DATA SUPPLIED:
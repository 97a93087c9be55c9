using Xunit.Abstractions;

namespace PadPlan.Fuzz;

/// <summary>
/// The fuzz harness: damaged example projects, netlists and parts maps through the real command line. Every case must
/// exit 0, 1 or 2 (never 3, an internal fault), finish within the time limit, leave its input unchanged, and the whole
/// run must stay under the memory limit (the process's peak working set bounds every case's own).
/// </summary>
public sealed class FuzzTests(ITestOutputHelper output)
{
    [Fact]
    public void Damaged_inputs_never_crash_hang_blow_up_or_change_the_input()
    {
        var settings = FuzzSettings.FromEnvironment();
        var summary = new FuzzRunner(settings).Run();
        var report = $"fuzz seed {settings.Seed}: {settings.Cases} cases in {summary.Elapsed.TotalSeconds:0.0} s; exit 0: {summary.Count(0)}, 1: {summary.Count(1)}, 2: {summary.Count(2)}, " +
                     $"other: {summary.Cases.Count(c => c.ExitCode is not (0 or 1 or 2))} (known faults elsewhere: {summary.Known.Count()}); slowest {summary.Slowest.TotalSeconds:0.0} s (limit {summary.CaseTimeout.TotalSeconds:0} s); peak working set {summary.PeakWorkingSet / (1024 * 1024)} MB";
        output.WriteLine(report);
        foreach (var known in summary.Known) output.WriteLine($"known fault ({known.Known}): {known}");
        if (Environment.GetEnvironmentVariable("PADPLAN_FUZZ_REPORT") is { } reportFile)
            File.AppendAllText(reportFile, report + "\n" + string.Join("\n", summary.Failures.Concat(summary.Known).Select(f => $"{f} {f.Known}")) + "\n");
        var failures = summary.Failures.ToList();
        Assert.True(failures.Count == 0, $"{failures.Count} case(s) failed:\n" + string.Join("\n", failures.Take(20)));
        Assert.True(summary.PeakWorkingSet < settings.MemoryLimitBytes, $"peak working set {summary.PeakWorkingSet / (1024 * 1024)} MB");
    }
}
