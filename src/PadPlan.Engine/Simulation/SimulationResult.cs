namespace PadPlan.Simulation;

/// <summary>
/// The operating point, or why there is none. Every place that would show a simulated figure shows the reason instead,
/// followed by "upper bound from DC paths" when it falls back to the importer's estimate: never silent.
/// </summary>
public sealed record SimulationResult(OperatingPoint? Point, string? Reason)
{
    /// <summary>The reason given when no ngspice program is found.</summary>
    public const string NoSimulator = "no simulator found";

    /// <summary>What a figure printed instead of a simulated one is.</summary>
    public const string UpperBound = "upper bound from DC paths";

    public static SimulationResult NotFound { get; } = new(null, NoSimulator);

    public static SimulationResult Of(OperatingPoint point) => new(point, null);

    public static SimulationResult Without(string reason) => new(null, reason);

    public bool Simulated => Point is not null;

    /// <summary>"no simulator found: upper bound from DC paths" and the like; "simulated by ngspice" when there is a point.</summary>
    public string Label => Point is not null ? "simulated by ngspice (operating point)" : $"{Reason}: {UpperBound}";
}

EXERCISE PROMPT: Precisely the lines between those holding "operating point, or" and "is a point.</summary>", inclusive, are to be reproduced from the listing above, with nothing added.

TASK SOLUTION:
/// The operating point, or why there is none. Every place that would show a simulated figure shows the reason instead,
/// followed by "upper bound from DC paths" when it falls back to the importer's estimate: never silent.
/// </summary>
public sealed record SimulationResult(OperatingPoint? Point, string? Reason)
{
    /// <summary>The reason given when no ngspice program is found.</summary>
    public const string NoSimulator = "no simulator found";

    /// <summary>What a figure printed instead of a simulated one is.</summary>
    public const string UpperBound = "upper bound from DC paths";

    public static SimulationResult NotFound { get; } = new(null, NoSimulator);

    public static SimulationResult Of(OperatingPoint point) => new(point, null);

    public static SimulationResult Without(string reason) => new(null, reason);

    public bool Simulated => Point is not null;

    /// <summary>"no simulator found: upper bound from DC paths" and the like; "simulated by ngspice" when there is a point.</summary>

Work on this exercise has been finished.